Ricciardi—who has done extensive research in the fields of behavioral finance and the psychology of risk—attributes this lack of proactive investment behavior to what he calls "the anchoring effect." The anchoring effect causes individuals to cling to a belief that may or may not be true, and to base their decisions for the future on that belief. The inertia and inattention that this leads to can have detrimental effects on their retirement accounts.

"In the late 1990s, for example, the stock market was going up and people simply followed suit and kept buying more and more shares," Ricciardi says. "Even though that resulted in a bubble situation, investors' general tendency was to just let things be without bothering to take any timely decisions with respect to asset allocation and risk—decisions that could have helped them fare better in the future, when the markets turned."

If people anchor themselves to the idea that the stock market will keep going up, they not only will suffer from inertia, but will inevitably find themselves in a risk category that isn't the right fit for them, and they'll be putting themselves at a far greater risk when that market turns, Ricciardi says. Conversely, in a period of protracted market downturn, people tend to anchor themselves to the idea that stock prices are just going to keep going down. This then leads to a complete disregard for investing in the equity market (in fact, people start to shun stocks, Ricciardi says), and results in a situation where individuals end up in a risk category that's well below what would benefit them in the future.

"What we're seeing now is negative anchoring, a period in time where people are framing their investments in the context of the most recent financial crisis and all the negative news that they're constantly getting about the economy, unemployment and so on," Ricciardi says.

Human nature is such that people just don't like to change, and that's even more the case when it comes to money and investing, which are governed by a deep-set fear of loss.

"The idea of just letting things be, of not making timely decisions are common to most people in both positive and negative markets," he says.

But the only way to counter the very common "status quo bias" that this results in, Ricciardi says, is to make sure that people are rebalancing their retirement portfolios on a regular basis, or at the very least once a year.

"This is the only way to counter the status quo bias and investor inertia, and to make sure that people are not in a risk category that doesn't fit them or invested in something that doesn't benefit them," he says.

And the only way that people are going to actually rebalance annually is by working with a financial advisor, whose job it is to make them rebalance and to take both the subjective and objective sides of saving and investing into account and help their clients become better financial decision makers, Ricciardi says.

"Financial advisors have to monitor their clients and make sure they rebalance on an annual basis," he says. "People go to a doctor every year, they do their taxes every year. They should also be looking at their retirement portfolios every year and it's their advisor who has to get them to do this."

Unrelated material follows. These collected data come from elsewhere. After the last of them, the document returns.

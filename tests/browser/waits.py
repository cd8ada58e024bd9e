"""The one way browser tests wait: on a state of the page, never on a fixed time.

``until(condition)`` polls ``condition()`` until it returns something true and returns that.
An element that is being redrawn (stale) or not drawn yet counts as "not yet", so a test never
fails on a race with the page re-rendering.  The timeout is generous (a loaded CI machine
draws slowly); it bounds a hang, it is not a speed requirement.
"""

from __future__ import annotations

import time

from selenium.common.exceptions import NoSuchElementException, StaleElementReferenceException

#: Default bound on one wait [s]: reached only when the page never gets to the state.
TIMEOUT = 90.0
_NOT_YET = (StaleElementReferenceException, NoSuchElementException)


def until(condition, timeout: float = TIMEOUT, poll: float = 0.1, msg: str | None = None):
    """Poll ``condition()`` until it is truthy; return its value.

    A ``timeout`` below :data:`TIMEOUT` is raised to it: a short bound only makes a loaded
    machine fail, it proves nothing (a test never asserts that a state is reached quickly).
    Raises ``TimeoutError`` with ``msg`` (or the condition's source name) and the last value seen.
    """
    timeout = max(timeout, TIMEOUT)
    deadline = time.monotonic() + timeout
    last = None
    while True:
        try:
            last = condition()
            if last:
                return last
        except _NOT_YET as exc:      # redrawn or not there yet: try again
            last = exc
        if time.monotonic() > deadline:
            what = msg or getattr(condition, "__qualname__", "condition")
            raise TimeoutError(f"{what} not met within {timeout:g} s (last: {last!r})")
        time.sleep(poll)


def text(driver, css: str) -> str:
    """Text of the element at ``css`` read in one script call ('' when absent): no stale handle."""
    return driver.execute_script(
        "const e = document.querySelector(arguments[0]); return e ? e.innerText : '';", css)


def click(driver, css: str, timeout: float = TIMEOUT):
    """Click the element at ``css`` once it is there, again if it was redrawn between finding and clicking."""
    from selenium.webdriver.common.by import By

    def once():
        driver.find_element(By.CSS_SELECTOR, css).click()
        return True
    return until(once, timeout, msg=f"click on {css}")
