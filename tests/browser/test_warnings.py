"""Warnings appear once, beside the result they concern (headless Chromium, port 8092).

The demo volume set's eleven DOS files each carry the same caution with other numbers (their
integrals are rescaled to 3n by slightly different factors); the Quasi-harmonic page must show it
once, naming how many files and the range of the factor, which must bracket every file's own
factor (computed here in-process with the library).
"""

from __future__ import annotations

import re

import pytest
from selenium.webdriver.common.by import By

from tests.browser.test_dashboard import PLAIN, no_console_errors, upload_then_open, wait_drawn
from tests.browser.waits import until
from thermo import load_dos
from thermo.quasiharmonic import read_manifest
from webapp.app import create_app

pytestmark = pytest.mark.browser
PORT = 8092


@pytest.fixture
def duo(dash_duo):
    dash_duo.start_server(create_app(), port=PORT)
    dash_duo.driver.set_window_size(1280, 1000)
    return dash_duo


def _lines(driver, panel):
    return [e.text for e in driver.find_elements(By.CSS_SELECTOR, f"#{panel} .mh-msg")]


def test_quasiharmonic_shows_a_shared_caution_once_with_its_range(duo):
    from webapp.pages.quasiharmonic import _GRAPHS, DEMO_MANIFEST
    duo.driver.get(duo.server_url + "/quasiharmonic")
    wait_drawn(duo.driver, list(_GRAPHS))
    lines = until(lambda: _lines(duo.driver, "qh-messages"))
    rescaled = [line for line in lines if "rescaled by" in line]
    assert len(rescaled) == 1, lines
    vs = read_manifest(str(DEMO_MANIFEST))
    factors = [float(re.search(r"×([0-9.]+)", w).group(1)) for d in vs.doses for w in d.warnings if "rescaled" in w]
    assert len(factors) == len(vs.doses) == 11 and rescaled[0].startswith("11 inputs")
    lo, hi = map(float, re.search(r"×([0-9.]+)–([0-9.]+)", rescaled[0]).groups())
    assert lo == min(factors) and hi == max(factors) and lo < hi
    no_console_errors(duo)


def test_thermodynamics_shows_the_dataset_warnings_once(duo, tmp_path):
    good = tmp_path / "plain_debye.dat"
    good.write_text(PLAIN)
    expected = load_dos(good).warnings
    assert expected        # the file's integral is rescaled: there is a warning to show
    upload_then_open(duo, good, "/thermodynamics")
    wait_drawn(duo.driver, ["th-cv-graph"])
    lines = until(lambda: _lines(duo.driver, "th-messages"))
    assert len(lines) == len(expected)
    for warning in expected:
        assert sum(warning in line for line in lines) == 1, (warning, lines)
    no_console_errors(duo)
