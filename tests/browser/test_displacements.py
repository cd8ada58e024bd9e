"""Displacements page in headless Chromium against the real server (invented demo data).

The plotted ⟨u²⟩ must be the library's numbers for the same file (whose own checks are the
Debye closed form of Willis and Pryor, tests/vibration); the Lindemann caution must appear
when the neighbour distance makes √⟨u²⟩/d exceed 0.1 (common practice).
"""

import numpy as np
import pytest
from tests.browser.waits import until
from selenium.webdriver.common.keys import Keys

from selenium.webdriver.common.by import By

from tests.browser.test_dashboard import drawn, heading, js_graph, no_console_errors, values
from thermo import load_dos
from thermo.vibration.displacements import mean_square_displacement
from webapp.app import create_app
from webapp.demo import DEMO_DIR

pytestmark = pytest.mark.browser
PORT = 8076


def test_displacements_page_draws_demo_and_warns(dash_duo):
    dash_duo.start_server(create_app(), port=PORT)
    dash_duo.driver.set_window_size(1280, 1000)
    dash_duo.driver.get(dash_duo.server_url + "/displacements")
    until(lambda: heading(dash_duo.driver) == "Displacements", 15)
    graphs = ("dw-msd-graph", "dw-b-graph", "dw-theta-graph", "dw-lindemann-graph")
    until(lambda: all(drawn(dash_duo.driver, g) > 0 for g in graphs), 40)
    until(lambda: "invented demo species" in dash_duo.find_element("#dw-messages").text, 10)

    dos = load_dos(DEMO_DIR / "lightheavy_rocksalt.tsv")
    want = mean_square_displacement(dos, np.arange(0.0, 1001.0, 10.0), masses={"Ly": 12.4, "Hv": 88.6})
    np.testing.assert_allclose(values(dash_duo.driver, "dw-msd-graph", 0), want["Ly"]["msd"], rtol=1e-9)

    for g in graphs:   # titled axes, as on every page
        assert js_graph(dash_duo.driver, g, "gd.layout.xaxis.title.text") == "temperature T [K]"
    unnamed = [e.get_attribute("id") for e in dash_duo.driver.find_elements(
        By.CSS_SELECTOR, ".mh-page input, .mh-page button") if e.is_displayed() and not e.accessible_name.strip()]
    assert unnamed == []

    field = dash_duo.find_element("#dw-distance")
    field.send_keys("1.5", Keys.ENTER)
    until(lambda: "Lindemann ratio" in dash_duo.find_element("#dw-messages").text, 20)
    no_console_errors(dash_duo)
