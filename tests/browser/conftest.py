"""Browser tests: Dash's ``dash_duo`` driving the system Chromium headless.

Run with ``pytest tests/browser --headless``.  Chromium is Debian's
``/usr/bin/chromium`` with ``/usr/bin/chromedriver`` (nothing is downloaded).
"""

import os
import shutil

import pytest
from selenium.webdriver.chrome.options import Options

CHROMIUM = os.environ.get("MODEHEAT_CHROMIUM", "/usr/bin/chromium")


def pytest_configure(config):
    config.addinivalue_line("markers", "browser: end-to-end test in headless Chromium")


def chrome_options():
    """Chromium options shared by the fixtures and the second, isolated browser."""
    options = Options()
    if os.path.exists(CHROMIUM):
        options.binary_location = CHROMIUM
    for flag in ("--no-sandbox", "--disable-gpu", "--disable-background-networking",
                 "--disable-component-update", "--disable-sync", "--disable-dev-shm-usage",
                 "--window-size=1280,1000"):
        options.add_argument(flag)
    return options


def pytest_setup_options():
    return chrome_options()


def pytest_collection_modifyitems(config, items):
    here = os.path.dirname(__file__)
    for item in items:
        if str(item.fspath).startswith(here):
            item.add_marker(pytest.mark.browser)
    if not (os.path.exists(CHROMIUM) and shutil.which("chromedriver")):
        skip = pytest.mark.skip(reason="Chromium or chromedriver not installed")
        for item in items:
            if str(item.fspath).startswith(here):
                item.add_marker(skip)


@pytest.fixture
def second_browser():
    """A separate headless Chromium session (its own profile and storage)."""
    from selenium import webdriver
    options = chrome_options()
    options.add_argument("--headless")
    driver = webdriver.Chrome(options=options)
    yield driver
    driver.quit()
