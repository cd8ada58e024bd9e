"""Sending a result on to the Phases page (headless Chromium, port 8097): the comparison the page downloads
equals ``modeheat phases`` run in-process on the table that was sent (read from the browser's store),
beside the active dataset's DOS file.
"""

from __future__ import annotations

import json
from pathlib import Path

import numpy as np
import pytest

from tests.browser.test_dashboard import no_console_errors, wait_drawn
from tests.browser.waits import text, until
from thermo.cli.main import main
from thermo.io.readback import read_exported_csv
from webapp.app import create_app
from webapp.demo import demo_file, demo_workspace

pytestmark = pytest.mark.browser
PORT = 8097


@pytest.fixture
def duo(dash_duo):
    dash_duo.start_server(create_app(), port=PORT)
    dash_duo.driver.set_window_size(1280, 1000)
    return dash_duo


def _value(driver, css):
    return driver.execute_script("const e = document.querySelector(arguments[0]); return e ? e.value : '';", css)


def _sent_to_phases_equals_command(duo, prefix, tmp_path):
    duo.find_element(f"#{prefix}-send-phases").click()
    note = until(lambda: text(duo.driver, f"#{prefix}-send-phases-note").startswith("sent ")
                 and text(duo.driver, f"#{prefix}-send-phases-note"))
    name = note[len("sent "):].split(" — ")[0].strip()

    def stored():           # the item this click sent (the store may still hold an earlier one)
        item = json.loads(duo.driver.execute_script("return window.sessionStorage.getItem('mh-sent') || '{}';"))
        return item.get("phases") if (item.get("phases") or {}).get("name") == name else None
    until(stored)
    until(lambda: duo.driver.execute_script(          # the link of the note (clicked in one call: no stale handle)
        "const a = document.querySelector(arguments[0]); if (a) { a.click(); } return !!a;",
        f"#{prefix}-send-phases-note a[href='/phases']"))
    until(lambda: "sent from" in text(duo.driver, "#ph-choice"))
    until(lambda: "stable" in text(duo.driver, "#ph-transitions") or "→" in text(duo.driver, "#ph-transitions"))
    wait_drawn(duo.driver, ["ph-delta-graph"])
    low, high = float(_value(duo.driver, "#ph-tmin")), float(_value(duo.driver, "#ph-tmax"))
    names = duo.driver.execute_script("return Array.from(document.querySelectorAll('#ph-rows td[data-dash-column="
                                      "phase]')).map(e => e.innerText.trim());")
    duo.find_element("#ph-download-btn").click()
    target = Path(duo.download_path) / f"phases-{'-'.join(names)}.csv"
    until(lambda: target.exists() and target.stat().st_size > 0)
    item = until(stored)          # what the Phases page compared: the store as it is now
    sent = tmp_path / item["name"]
    sent.write_text(item["csv"], encoding="utf-8")
    ws = demo_workspace()                           # the page's workspace on a first visit
    active = next(d["name"] for d in ws["datasets"] if d["id"] == ws["active"])
    cli = tmp_path / "cli.csv"
    assert main(["phases", f"{names[0]}={sent}", f"{names[1]}={demo_file(active)}", "--temperatures",
                 f"{low:g}:{high:g}:10", "--output", str(cli)]) == 0
    ours, meta = read_exported_csv(target)
    theirs, cli_meta = read_exported_csv(cli)
    assert list(ours.columns) == list(theirs.columns) and len(ours) > 10
    np.testing.assert_array_equal(ours.select_dtypes("number").to_numpy(), theirs.select_dtypes("number").to_numpy())
    assert [i["sha256"] for i in meta["inputs"]] == [i["sha256"] for i in cli_meta["inputs"]]
    no_console_errors(duo)
    return low, high, meta


def test_quasiharmonic_table_sent_to_phases_equals_the_phases_command(duo, tmp_path):
    from webapp.pages.quasiharmonic import _GRAPHS
    duo.driver.get(duo.server_url + "/quasiharmonic")
    wait_drawn(duo.driver, list(_GRAPHS))
    low, high, meta = _sent_to_phases_equals_command(duo, "qh", tmp_path)
    assert (low, high) == (0.0, 1000.0) and meta["inputs"][0]["role"].endswith("quasi-harmonic table")


def test_calorimetry_table_sent_to_phases_equals_the_phases_command(duo, tmp_path):
    from webapp.pages.calorimetry import _GRAPHS
    duo.driver.get(duo.server_url + "/calorimetry")
    wait_drawn(duo.driver, list(_GRAPHS))
    low, high, meta = _sent_to_phases_equals_command(duo, "cal", tmp_path)
    assert 0 < low < 10 and 300 <= high < 1000 and meta["inputs"][0]["role"].endswith("calorimetry table")


def test_quasiharmonic_table_sent_to_compare_is_a_run_as_the_compare_command(duo, tmp_path):
    from webapp.pages.quasiharmonic import _GRAPHS
    duo.driver.get(duo.server_url + "/quasiharmonic")
    wait_drawn(duo.driver, list(_GRAPHS))
    duo.find_element("#qh-send-compare").click()
    note = until(lambda: text(duo.driver, "#qh-send-compare-note").startswith("sent ")
                 and text(duo.driver, "#qh-send-compare-note"))
    name = note[len("sent "):].split(" — ")[0].strip()
    until(lambda: duo.driver.execute_script(
        "const a = document.querySelector(arguments[0]); if (a) { a.click(); } return !!a;",
        "#qh-send-compare-note a[href='/compare']"))
    until(lambda: duo.driver.execute_script(
        "const e = document.querySelector('#cmp-sent input[value=sent]'); return e && e.checked;"))
    until(lambda: name in text(duo.driver, "#cmp-difference-table"))
    duo.driver.find_element("css selector", "#cmp-dl-format input[value='csv']").click()
    duo.find_element("#cmp-dl-btn").click()
    shown = until(lambda: text(duo.driver, "#cmp-dl-note").startswith("prepared ")
                  and text(duo.driver, "#cmp-dl-note"))[len("prepared "):]
    target = Path(duo.download_path) / shown
    until(lambda: target.exists() and target.stat().st_size > 0)
    item = json.loads(duo.driver.execute_script("return window.sessionStorage.getItem('mh-sent') || '{}';"))["compare"]
    sent = tmp_path / item["name"]
    sent.write_text(item["csv"], encoding="utf-8")
    ws = demo_workspace()
    active = next(d["name"] for d in ws["datasets"] if d["id"] == ws["active"])
    cli = tmp_path / "cli.csv"
    assert main(["compare", str(demo_file(active)), "--table", str(sent), "--per", "atom", "--temperatures",
                 "5,20,298.15", "--output", str(cli)]) == 0
    ours, meta = read_exported_csv(target)
    theirs, cli_meta = read_exported_csv(cli)
    assert list(ours["run"]) == [active] * 3 + [name] * 3 and list(ours.columns) == list(theirs.columns)
    np.testing.assert_array_equal(ours.select_dtypes("number").to_numpy(), theirs.select_dtypes("number").to_numpy())
    assert [i["sha256"] for i in meta["inputs"]] == [i["sha256"] for i in cli_meta["inputs"]]
    assert meta["inputs"][-1]["role"] == "table run"
    no_console_errors(duo)
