"""Polynomials page end to end in headless Chromium against the real server (port 8075).

The DOS is an invented Debye ν² spectrum; the downloaded Cantera YAML is loaded
by Cantera 3.2 (https://cantera.org, an independent library) and must give the
C_p, H, S of the fit computed here in-process from the same file.
"""

from pathlib import Path

import numpy as np
import pytest
from tests.browser.waits import until
from selenium.webdriver.common.by import By

from tests.browser.test_dashboard import PLAIN, active_name, no_console_errors, upload, wait_drawn
from thermo import load_dos
from thermo.polynomials import fit_polynomial, harmonic_source
from webapp.app import create_app

pytestmark = pytest.mark.browser
PORT = 8075


def test_nasa7_yaml_download_loads_in_cantera(dash_duo, tmp_path):
    ct = pytest.importorskip("cantera")
    good = tmp_path / "debye_for_fit.dat"
    good.write_text(PLAIN)
    dash_duo.start_server(create_app(), port=PORT)
    driver = dash_duo.driver
    driver.set_window_size(1280, 1000)
    driver.get(dash_duo.server_url + "/spectrum")
    upload(driver, good)
    until(lambda: active_name(driver) == good.name, 20)
    driver.find_element(By.CSS_SELECTOR, "a[href='/polynomials'].mh-nav-link").click()
    wait_drawn(driver, ["po-fit-graph", "po-error-graph"])
    driver.find_element(By.CSS_SELECTOR, "#po-form input[value='nasa7']").click()
    box = dash_duo.find_element("#po-formula")
    box.send_keys("Cu\n")
    driver.find_element(By.CSS_SELECTOR, "#po-output input[value='yaml']").click()
    dash_duo.wait_for_contains_text("#po-block", "model: \"NASA7\"", timeout=30)
    assert "Cu(cr)" in dash_duo.find_element("#po-block").text
    dash_duo.find_element("#po-download-btn").click()
    target = Path(dash_duo.download_path) / "debye_for_fit-nasa7.yaml"
    until(lambda: target.exists() and target.stat().st_size > 0, 20)
    species = ct.Species.list_from_yaml(target.read_text(), section="species")[0]
    fit = fit_polynomial(harmonic_source(load_dos(good), 298.15, 1500.0), "nasa7", (298.15, 1500.0))
    t = np.array([300.0, 600.0, 1000.0, 1500.0])
    ours = fit.properties(t)
    for i, temperature in enumerate(t):
        assert species.thermo.cp(temperature) / 1e3 == pytest.approx(ours["heat_capacity_p"][i], rel=1e-6)
        assert species.thermo.h(temperature) / 1e3 == pytest.approx(ours["enthalpy"][i], rel=1e-6, abs=1e-6)
        assert species.thermo.s(temperature) / 1e3 == pytest.approx(ours["entropy"][i], rel=1e-6)
    no_console_errors(dash_duo)
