"""Calorimetry page in headless Chromium against the real server: upload, refit, errors."""

import numpy as np
import pytest
from tests.browser.waits import until
from selenium.common.exceptions import NoSuchElementException, StaleElementReferenceException
from selenium.webdriver.common.by import By

from webapp.app import create_app

from .test_dashboard import js_graph, no_console_errors, wait_drawn

pytestmark = pytest.mark.browser
PORT = 8074


@pytest.fixture
def duo(dash_duo):
    dash_duo.start_server(create_app(), port=PORT)
    dash_duo.driver.set_window_size(1280, 1100)
    return dash_duo


def _messages(driver):
    return driver.find_element(By.ID, "cal-messages").text


def _text(driver, selector):
    """Text of an element, or "" while the page replaces it (a stale reference is not a failure)."""
    try:
        return driver.find_element(By.CSS_SELECTOR, selector).text
    except (StaleElementReferenceException, NoSuchElementException):
        return ""


def test_upload_fit_and_error_message(duo, tmp_path):
    # A Debye-like solid with γT, written in mJ/(mol K): the page must read the unit from the header.
    t = np.linspace(5.0, 320.0, 64)
    theta = 280.0
    cv = 3 * 8.314462618 * (t / theta) ** 3 * 77.927 / (1 + 77.927 * (t / theta) ** 3)   # smooth, -> 3R
    good = tmp_path / "measured_mJ.csv"
    good.write_text("T (K),Cp (mJ/(mol K))\n" + "".join(f"{a},{1e3 * (b + 1e-3 * a)}\n" for a, b in zip(t, cv)))
    bad = tmp_path / "broken.csv"
    bad.write_text("T,Cp\n10,1\n20,banana\n")
    duo.driver.get(duo.server_url + "/calorimetry")
    wait_drawn(duo.driver, ["cal-overlay-graph", "cal-residual-graph", "cal-lowt-graph"])
    until(lambda: "springium_cp.csv" in duo.driver.find_element(By.ID, "cal-file").text, 20)
    duo.driver.find_element(By.CSS_SELECTOR, "#cal-upload input[type=file]").send_keys(str(good))
    until(lambda: "measured_mJ.csv" in duo.driver.find_element(By.ID, "cal-file").text, 30)
    assert "read in mJ/(mol K)" in duo.driver.find_element(By.ID, "cal-file").text
    until(lambda: js_graph(duo.driver, "cal-overlay-graph", "gd._fullData[0].x.length") == 64, 20)
    y = np.array(js_graph(duo.driver, "cal-overlay-graph", "Array.from(gd._fullData[0].y)"), dtype=float)
    assert y[-1] == pytest.approx(cv[-1] + 1e-3 * t[-1], rel=1e-6)    # converted to J/(mol K)
    # An upload is compared with the active DOS (scale s); switching to Debye refits with θ_D.
    until(lambda: "frequency scale s" in _text(duo.driver, "#cal-param-table"), 20)
    duo.driver.find_element(By.CSS_SELECTOR, "#cal-lattice input[value=debye]").click()
    until(lambda: _text(duo.driver, "#cal-param-table tbody td") == "θ_D", 20)
    duo.driver.find_element(By.CSS_SELECTOR, "#cal-upload input[type=file]").send_keys(str(bad))
    until(lambda: "'banana' is not a number" in _messages(duo.driver), 20)
    assert "Traceback" not in _messages(duo.driver)
    no_console_errors(duo)
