"""The reading-options panel in headless Chromium (port 8094): a formula typed on one page is the dataset's,
shown on every page that has the panel, and per-gram values use it (molar mass of Cu 63.546 g/mol,
IUPAC standard atomic weight)."""

from __future__ import annotations

import pytest
from selenium.webdriver.common.by import By

from tests.browser.test_dashboard import PLAIN, no_console_errors, upload_then_open, wait_drawn
from tests.browser.waits import text, until
from thermo import load_dos, tabulate
from webapp.app import create_app

pytestmark = pytest.mark.browser
PORT = 8094


def test_formula_typed_once_is_used_on_every_page(dash_duo, tmp_path):
    good = tmp_path / "panel_debye.dat"
    good.write_text(PLAIN)
    dash_duo.start_server(create_app(), port=PORT)
    driver = dash_duo.driver
    driver.set_window_size(1280, 1000)
    upload_then_open(dash_duo, good, "/thermodynamics")
    wait_drawn(driver, ["th-cv-graph"])
    until(lambda: "formula not given" in dash_duo.find_element("#th-rd-summary").text)
    driver.find_element(By.CSS_SELECTOR, "#th-rd summary").click()
    box = dash_duo.find_element("#th-rd-formula")
    box.send_keys("Cu\n")
    until(lambda: "formula Cu" in dash_duo.find_element("#th-rd-summary").text)
    driver.find_element(By.CSS_SELECTOR, "#th-per input[value='gram']").click()
    expected = tabulate(load_dos(good), [298.15], per="gram", formula="Cu")
    s_gram = expected[[c for c in expected.columns if c.startswith("entropy")][0]].iloc[0]
    until(lambda: f"{s_gram:.5g}" in dash_duo.find_element("#th-keys").text)
    driver.find_element(By.CSS_SELECTOR, "a[href='/models'].mh-nav-link").click()
    until(lambda: "formula Cu" in dash_duo.find_element("#mod-rd-summary").text)
    # the Polynomials page shows the same panel, and its Cantera block takes the formula from it
    driver.find_element(By.CSS_SELECTOR, "a[href='/polynomials'].mh-nav-link").click()
    until(lambda: "formula Cu" in dash_duo.find_element("#po-rd-summary").text)
    driver.find_element(By.CSS_SELECTOR, "#po-output input[value='yaml']").click()
    until(lambda: 'name: "Cu(cr)"' in text(driver, "#po-block"))
    no_console_errors(dash_duo)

An advisor also needs to determine what kinds of mental biases are affecting their clients' investing behavior and understand how to counter these, if necessary, for more efficient financial planning, Ricciardi says. And then, advisors need to figure out what are the best products suited to their clients' risk profile and ensure they're properly diversified between asset classes and not staying away from any particular product.

"The whole idea is that people should not have an emotional attachment to their investments," Ricciardi says. "Advisors need to help their clients with their mental biases and then try and implement a non-emotional investment strategy."